# 4 New designs from BIG PAPA



## Hrawk

All frames feature a 2 3/4" fork gap.


----------



## Sean

Very, very nice, I'll try them! thank you.


----------



## Danny0663

Excellent looking designs mate!
I am loving, "The Tsunami" looks very comfortable and ergonomic









Thanks,


----------



## JLS:Survival

I like all if them when I make one...or all of them...ill post the pics!


----------



## BIG PAPA

Outstanding Hrawk.....Thanks a ton for posting my designs in PDF.
I'll be hacking some composite scrap within the next week & post some pics then.
The names for the designs are 'right-on'......Thanks brother.
Regards,
Big Papa


----------



## Gipper

Well here is a Tsunami I cut out of flame maple today....waiting on bands from Tex now....Cannot wait to shoot it as it will be my first home made slingshot and first slingshot in about 40 years!!

Gipper - a New guy!!


----------



## zhop

Nice slingshot. Are you going to be shooting it ott?


----------



## BIG PAPA

Nice work Gipper....I like.


----------



## Gipper

I was thinking OTT was how it was designed.....is this correct?

Gipper


----------



## Hrawk

Gipper said:


> I was thinking OTT was how it was designed.....is this correct?
> 
> Gipper


Yes, it is an OTT shooter.


----------



## Dayhiker

Keep us posted how she shoots. You did a good job on it!


----------



## alfshooter

Thank you so much, the designs are very good.


----------



## Henrygamer

Sweet got my next few projects, thanks!


----------



## The H.

Hi there,

I like the Tsunami !
I build mine from 10 mm multiplex.








Works like a charm !

Thanks for sharing,

The H.


----------



## BIG PAPA

That shape has turned out to be one of my favorites.......I'm glad you're enjoying it.
Keep up the good work.


----------



## Rapier

Grouse... I had a zomby duck once... hmmm too many beers that day!


----------



## The H.

Big Papa,

honestly I used the Tsunami mainly because the other three designs require a bit more detailed cutting work (e.g. Zombie Duck with grip mouldes) or have more parts you have to saw out (Mad Duck).

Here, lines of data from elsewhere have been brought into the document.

package riffle.cli;

import static org.junit.jupiter.api.Assertions.assertEquals;
import static org.junit.jupiter.api.Assertions.assertFalse;
import static org.junit.jupiter.api.Assertions.assertTrue;

import com.fasterxml.jackson.databind.JsonNode;
import java.nio.file.Path;
import java.util.ArrayList;
import java.util.List;
import java.util.Map;
import org.junit.jupiter.api.AfterEach;
import org.junit.jupiter.api.BeforeEach;
import org.junit.jupiter.api.Test;
import org.junit.jupiter.api.io.TempDir;
import riffle.app.ImportRequest;
import riffle.app.ImportSource;
import riffle.app.Project;
import riffle.index.AnswerIndex;
import riffle.model.Progress;
import riffle.store.AnalysisCache;
import riffle.tools.SampleResponses;
import riffle.web.WebServer;

/**
 * A server and the command line on one project, as an analyst runs them: the page open while
 * commands in a terminal (a second process) code, import a new wave and apply the page's rule.
 * Every request of the page keeps answering 2xx and shows the other process's changes at once, and
 * the other process sees the page's.
 */
class ServerAndCommandLineTest {
  static final String CODE = "delivery date unclear";

  @TempDir Path dir;
  Path project;
  WebServer server;
  ServerClient page;
  ChildRiffle terminal;

  @BeforeEach
  void serveAWave() throws Exception {
    project = dir.resolve("shop.riffle");
    Path wave1 = dir.resolve("wave-1.csv");
    SampleResponses.writeWave(SampleResponses.generateWave(SampleResponses.WAVE_1, 120, 7L), wave1);
    Project.importInto(
        project,
        ImportRequest.from(new ImportSource.File(wave1)).wave("Wave 1").get(),
        Progress.NONE);
    server = WebServer.start(project, WebServer.Options.defaults());
    page = new ServerClient(server.url());
    terminal = ChildRiffle.fromClassPath(dir.resolve("home"));
  }

  @AfterEach
  void stop() {
    server.close();
  }

  private JsonNode ok(ServerClient.Answer a) {
    assertTrue(a.ok(), a.status() + " " + a.body());
    return a.json();
  }

  private CliTest.Run command(String... args) throws Exception {
    CliTest.Run run = terminal.run(args);
    assertEquals(0, run.code(), String.join(" ", args) + ": " + run.err());
    assertFalse(run.err().contains("Exception"), run.err());
    return run;
  }

  private int searchTotal(String query) throws Exception {
    return ok(page.get("/api/search?limit=500&q=" + ServerClient.q(query))).get("total").asInt();
  }

  @Test
  void thePageShowsEveryCommandLineChangeAndTheCommandLineThePages() throws Exception {
    assertEquals(0, searchTotal("code:\"" + CODE + "\""), "the page's index is open and current");
    long code =
        ok(page.post("/api/codes", Map.of("coder", "ana", "name", CODE)))
            .get("code")
            .get("id")
            .asLong();
    long first = ok(page.get("/api/answers?limit=1")).get("answers").get(0).get("id").asLong();

    String version = ok(page.get("/api/changes")).get("version").asText();
    command("code", "--project", project.toString(), "--answer", "" + first, "--add", CODE);
    assertFalse(
        version.equals(ok(page.get("/api/changes")).get("version").asText()),
        "the page's change watch moved");
    assertEquals(1, searchTotal("code:\"" + CODE + "\""), "the command line's code is found");
    JsonNode coded = ok(page.get("/api/answers?code=" + code));
    assertEquals(1, coded.get("total").asInt());
    assertEquals(first, coded.get("answers").get(0).get("id").asLong());

    Path wave2 = dir.resolve("wave-2.csv");
    SampleResponses.writeWave(SampleResponses.generateWave(SampleResponses.WAVE_2, 100, 8L), wave2);
    int added =
        command(
                "import",
                "--project",
                project.toString(),
                "--file",
                wave2.toString(),
                "--wave",
                "Wave 2",
                "--json")
            .json()
            .get("answers")
            .asInt();
    assertTrue(added > 100, "both questions of the new wave were stored: " + added);
    assertEquals(added, searchTotal("wave:\"Wave 2\""), "the new wave is searchable at once");
    assertEquals(
        added,
        ok(page.get("/api/answers?limit=1&wave=" + ServerClient.q("Wave 2"))).get("total").asInt());

    ok(page.post("/api/rules", Map.of("coder", "ana", "code", code, "query", "\"delivery date\"")));
    int given =
        command("rules", "apply", "--project", project.toString(), "--json")
            .json()
            .get("changed")
            .asInt();
    assertTrue(given > 0, "the rule coded answers of both waves");
    assertEquals(1 + given, searchTotal("code:\"" + CODE + "\""));
    assertEquals(1 + given, ok(page.get("/api/answers?limit=1&code=" + code)).get("total").asInt());

    JsonNode uncoded =
        ok(page.get("/api/answers?limit=1&coded=no&wave=" + ServerClient.q("Wave 2")))
            .get("answers")
            .get(0);
    long answer = uncoded.get("id").asLong();
    JsonNode gave =
        ok(page.post("/api/assignments", Map.of("coder", "ana", "answer", answer, "code", code)));
    assertEquals(code, gave.get("assignments").get(0).get("code_id").asLong());
    assertEquals(2 + given, searchTotal("code:\"" + CODE + "\""));

    JsonNode seen =
        command(
                "search",
                "--project",
                project.toString(),
                "--query",
                "code:\"" + CODE + "\"",
                "--json")
            .json();
    assertEquals(2 + given, seen.get("total").asInt(), "the command line sees the page's code");
  }

  @Test
  void aCommandThatMustWaitForTheIndexSaysSoAndThenAnswers() throws Exception {
    assertEquals(0, searchTotal("code:\"" + CODE + "\""));
    ok(page.post("/api/codes", Map.of("coder", "ana", "name", CODE)));
    // The page changed the project; the index catches up on its next use, here the command's.
    Path folder = AnalysisCache.derivedFolder(project).resolve("index");
    try (AnswerIndex other = AnswerIndex.open(folder)) {
      ChildRiffle.Started search;
      AnswerIndex.Writer held = other.tryWrite().orElseThrow();
      try {
        search =
            terminal.start(
                "search", "--project", project.toString(), "--query", "delivery", "--json");
        long until = System.nanoTime() + 30_000_000_000L;
        while (!search.errSoFar().contains("waiting for another Riffle process")
            && System.nanoTime() < until) {
          Thread.sleep(100);
        }
        assertTrue(search.process().isAlive(), "the command waits: " + search.errSoFar());
        assertTrue(
            search
                .errSoFar()
                .contains(
                    "riffle: waiting for another Riffle process to finish updating the search"
                        + " index of shop.riffle"),
            search.errSoFar());
      } finally {
        held.close();
      }
      CliTest.Run done = search.finish(60);
      assertEquals(0, done.code(), done.err());
      assertEquals(searchTotal("delivery"), done.json().get("total").asInt());
    }
  }

  @Test
  void aCommandLineImportWhileEightCodersWorkLosesNothing() throws Exception {
    List<Long> codes = new ArrayList<>();
    for (String name : List.of("price", "warranty", "delivery", "trust")) {
      codes.add(
          ok(page.post("/api/codes", Map.of("coder", "ana", "name", name)))
              .get("code")
              .get("id")
              .asLong());
    }
    List<Long> answers = new ArrayList<>();
    ok(page.get("/api/answers?limit=500"))
        .get("answers")
        .forEach(a -> answers.add(a.get("id").asLong()));
    Path wave2 = dir.resolve("wave-2.csv");
    SampleResponses.writeWave(SampleResponses.generateWave(SampleResponses.WAVE_2, 150, 9L), wave2);

    ChildRiffle.Started importing =
        terminal.start(
            "import",
            "--project",
            project.toString(),
            "--file",
            wave2.toString(),
            "--wave",
            "Wave 2",
            "--json");
    CodingLoad.Result load =
        CodingLoad.run(page, answers, codes, 8, 30, 400, importing.process()::isAlive, 11L);
    CliTest.Run imported = importing.finish(120);
    System.out.println("server and command line at once: " + load.summary());

    assertEquals(0, imported.code(), imported.err());
    assertEquals(0, load.refused(), "every request was answered 2xx");
    assertEquals(0, load.lost(), "no acknowledged change was lost");
    assertEquals(0, load.extra(), "nothing the coders did not leave");
    assertEquals(0, load.undoWrong(), "each undo took back that coder's own last change");
    int added = imported.json().get("answers").asInt();
    assertEquals(added, searchTotal("wave:\"Wave 2\""), "the new wave is searchable");
    int given = 0;
    for (long code : codes) {
      given += ok(page.get("/api/answers?limit=1&code=" + code)).get("total").asInt();
    }
    int held = 0;
    for (var set : CodingLoad.assignments(page, answers, new java.util.HashSet<>(codes)).values()) {
      held += set.size();
    }
    assertEquals(held, given, "the answer list's code filters agree with the assignments");
  }
}
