def prob_column_config() -> dict:
    """Column labels of the P90/P50/P10 columns of the well table."""
    out = {}
    for q, name in (("eur_oil_bbl", "EUR"), ("remaining_oil_bbl", "remaining")):
        for p, word in (("p90", "P90 low"), ("p50", "P50"), ("p10", "P10 high")):
            out[f"{q}_{p}"] = st.column_config.NumberColumn(f"{name} {word} [bbl]", format="localized")
    return out


PROB_HEADS = {"p90": "P90 (low)", "p50": "P50", "p10": "P10 (high)"}


def prob_well_ranges(prow: pd.Series) -> pd.DataFrame:
    """The well's P90/P50/P10 as a small table: EUR and remaining oil [bbl], economic-limit
    month (P90 the early month; "beyond horizon" when that share of samples reaches the cap)."""
    rows = []
    for label, q in (("EUR oil [bbl]", "eur_oil_bbl"), ("Remaining oil [bbl]", "remaining_oil_bbl")):
        rows.append([label] + [number_text(prow[f"{q}_{p}"]) for p in PROB_HEADS])
    rows.append(["Economic-limit month"] + [month_text(prow[f"econ_limit_date_{p}"]) or "beyond horizon" for p in PROB_HEADS])
    return pd.DataFrame(rows, columns=["quantity", *PROB_HEADS.values()])


def prob_field_ranges(prob) -> pd.DataFrame:
    """The field totals of ``ProbabilisticResult.field`` as a small table [bbl]."""
    f = prob.field
    names = {"remaining_oil_bbl": "Remaining oil [bbl]", "eur_oil_bbl": "EUR oil [bbl]"}
    rows = [[names.get(r["quantity"], r["quantity"])] + [number_text(r[p]) for p in PROB_HEADS] + [number_text(r["mean"])]
            for _, r in f.iterrows()]
    return pd.DataFrame(rows, columns=["quantity", *PROB_HEADS.values(), "mean"])


def prob_range_text(low: Any, mid: Any, high: Any, fmt: str = "{:,.0f}") -> str:
    """'P90 / P50 / P10' values as one line."""
    return " / ".join(number_text(v, fmt) for v in (low, mid, high))


# ---- views of a run (cached on the run key) -----------------------------------------------------
def headline(run) -> dict[str, Any]:
    """Headline figures of a run, from ``RunResult.summary`` and the wells table."""
    s = dict(run.summary or {})
    w = run.wells
    out = {
        "wells": s.get("wells_read", len(w)),
        "wells_forecast": s.get("wells_forecast", None),
        "oil_rate_now_bopd": s.get("oil_rate_now_bopd", _sum(w, "last_oil_rate_bopd")),
        "cum_oil_bbl": s.get("cum_oil_bbl_total", _sum(w, "cum_oil_bbl")),
        "remaining_oil_bbl": s.get("remaining_oil_bbl_total", _sum(w, "remaining_oil_bbl")),
        "eur_oil_bbl": s.get("eur_oil_bbl_total", _sum(w, "eur_oil_bbl")),
        "wells_past_gor_peak": s.get("wells_past_gor_peak", int(w["passed_gor_peak"].fillna(False).astype(bool).sum())),
    }
    return out


def _sum(frame: pd.DataFrame, column: str) -> float:
    return float(frame[column].sum(skipna=True)) if column in frame else float("nan")


def planning_counts(run) -> pd.DataFrame:
    """Wells per planning status (table for the bar chart)."""
    c = run.wells["planning_status"].fillna("not_applicable").value_counts()
    order = ["window_ahead", "window_open", "window_closing", "window_passed", "not_applicable"]
    c = c.reindex([s for s in order if s in c.index] + [s for s in c.index if s not in order])
    return pd.DataFrame({"planning_status": c.index, "wells": c.to_numpy()})


WELL_TABLE_COLUMNS = [
    "well_id", "unit", "fluid_type", "stage", "planning_status", "status", "model", "b",
    "qi_bopd", "di_annual_nominal", "cum_oil_bbl", "remaining_oil_bbl", "eur_oil_bbl",
    "econ_limit_date", "fit_rmse_log", "fit_criterion", "passed_gor_peak", "override",
]


PROB_TABLE_COLUMNS = ["eur_oil_bbl_p90", "eur_oil_bbl_p50", "eur_oil_bbl_p10",
                      "remaining_oil_bbl_p90", "remaining_oil_bbl_p50", "remaining_oil_bbl_p10"]


def well_table(run, *, units: Iterable[str] = (), stages: Iterable[Any] = (), statuses: Iterable[str] = (),
               fluids: Iterable[str] = (), search: str = "", prob=None) -> pd.DataFrame:
    """The well table, filtered by unit, stage, planning status, fluid type and well name;
    with ``prob`` (a ``ProbabilisticResult``), EUR and remaining P90/P50/P10 after the EUR."""
    w = run.wells
    if prob is not None:
        p = prob.wells.assign(well_id=prob.wells["well_id"].astype(str)).drop_duplicates("well_id").set_index("well_id")
        ids = w["well_id"].astype(str)
        w = w.assign(**{c: ids.map(p[c]).to_numpy(dtype=float) for c in PROB_TABLE_COLUMNS})
    keep = pd.Series(True, index=w.index)
    units, stages, statuses, fluids = list(units), list(stages), list(statuses), list(fluids)
    if units:
        keep &= w["unit"].isin(units)
    if stages:
        label = w["stage"].astype("string").fillna("n/a")
        keep &= label.isin([str(s) for s in stages])
    if statuses:
        keep &= w["planning_status"].isin(statuses)
    if fluids:
        keep &= w["fluid_type"].isin(fluids)
    if search:
        keep &= w["well_id"].astype(str).str.contains(search, case=False, regex=False)
    cols = [c for c in WELL_TABLE_COLUMNS if c in w]
    if prob is not None:
        at = cols.index("eur_oil_bbl") + 1 if "eur_oil_bbl" in cols else len(cols)
        cols[at:at] = [c for c in PROB_TABLE_COLUMNS if c in w]
    return w.loc[keep, cols].reset_index(drop=True)


def well_ids(run) -> list[str]:
    return run.wells["well_id"].astype(str).tolist()


def field_totals(run) -> pd.DataFrame:
    """Field oil rate per month from the run's monthly table: ``month``, ``kind``, ``oil_bbl``,
    ``oil_rate_bopd``.

    Every well's volume in a month is summed whatever its kind (a well whose history ends
    early is already forecast while others still report); months up to the run's as-of month
    are ``actual``, later ones ``forecast``, and the forecast line starts at the last actual
    month so the two join. The rate is the month's volume over its calendar days [bbl/d].
    """
    return _field_totals(run_key(), run)


@st.cache_data(max_entries=8, show_spinner=False)
def _field_totals(key: str, _run) -> pd.DataFrame:
    m = _run.monthly
    g = m.groupby("month", as_index=False, sort=True)["oil_bbl"].sum()
    g["oil_rate_bopd"] = g["oil_bbl"] / g["month"].dt.days_in_month
    as_of = pd.Timestamp(_run.as_of) if _run.as_of is not None else g["month"].max()
    actual = g.loc[g["month"] <= as_of].assign(kind="actual")
    forecast = g.loc[g["month"] >= as_of].assign(kind="forecast")
    return pd.concat([actual, forecast], ignore_index=True)


@st.cache_resource(show_spinner=False)
def _indices() -> _LRU:
    return _LRU(24)


def _well_slice(frame: pd.DataFrame, key: str, well_id: str) -> pd.DataFrame:
    """Rows of ``frame`` for one well through a per-table index of row positions (built once
    per table, then a lookup: switching wells does not scan the field's tables)."""
    cache = _indices()
    index = cache.get(key)
    if index is None:
        ids = frame["well_id"]
        codes = ids.cat.codes.to_numpy() if isinstance(ids.dtype, pd.CategoricalDtype) else None
        if codes is not None and (len(codes) < 2 or bool((codes[1:] >= codes[:-1]).all())):
            # rows grouped by well in category order (core's monthly table): a binary search
            # per lookup, nothing to build for a new run
            index = ("sorted", codes, {str(c): i for i, c in enumerate(ids.cat.categories)})
        else:
            index = {str(k): v for k, v in ids.groupby(ids, sort=False, observed=True).indices.items()}
        cache.put(key, index)
    if isinstance(index, tuple):
        _, codes, cats = index
        code = cats.get(str(well_id))
        if code is None:
            return frame.iloc[0:0]
        lo, hi = codes.searchsorted(code, "left"), codes.searchsorted(code, "right")
        return frame.iloc[lo:hi]
    pos = index.get(str(well_id))
    return frame.iloc[pos] if pos is not None else frame.iloc[0:0]


def _run_table_key(run, name: str) -> str:
    return f"{id(run)}|{name}|{run_key()}"


def well_row(run, well_id: str) -> pd.Series:
    return _well_slice(run.wells, _run_table_key(run, "wells"), well_id).iloc[0]


def well_history(well_id: str) -> pd.DataFrame:
    """The well's rows of the tidy monthly table (as loaded)."""
    load = current_load()
    return _well_slice(load.production, f"{id(load)}|production|{load_key()}", well_id)


def well_forecast(run, well_id: str) -> pd.DataFrame:
    """The well's forecast months: ``month``, ``rate`` [bbl/d], ``cum_oil_bbl``, ``oil_bbl``."""
    m = _well_slice(run.monthly, _run_table_key(run, "monthly"), well_id)
    return m.loc[m["kind"] == "forecast"].rename(columns={"oil_rate_bopd": "rate"})


def well_candidates(run, well_id: str) -> pd.DataFrame:
    c = run.candidates
    if c is None or c.empty or "well_id" not in c:
        return pd.DataFrame()
    return _well_slice(c, _run_table_key(run, "candidates"), well_id).reset_index(drop=True)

Beside this I like all designs from their pattern. One thing I found out about my two first slingshots: I need to saw the raw shape out in order to see if it works for me. I scaled the Tsunami a bit bigger as well so it fits my hands better.

Cheers,
H.


----------



## Samurai Samoht

Really like the Tsunami. Gonna have to make that a project soon.


----------



## Jolli4688

I'm working on a couple of shapes similar to the Mad/Zombie Duck except instead of a full knuckle duster its more of an elongated pinky hole to fit the ring finger too.

loving these though, will have to give the ma try too =D


----------



## HP Slingshots

I like the Tsunami, call looking shooter.

-Epicaussie888


----------



## Yago

nice desing,it seem to shoot really well,i like the four


----------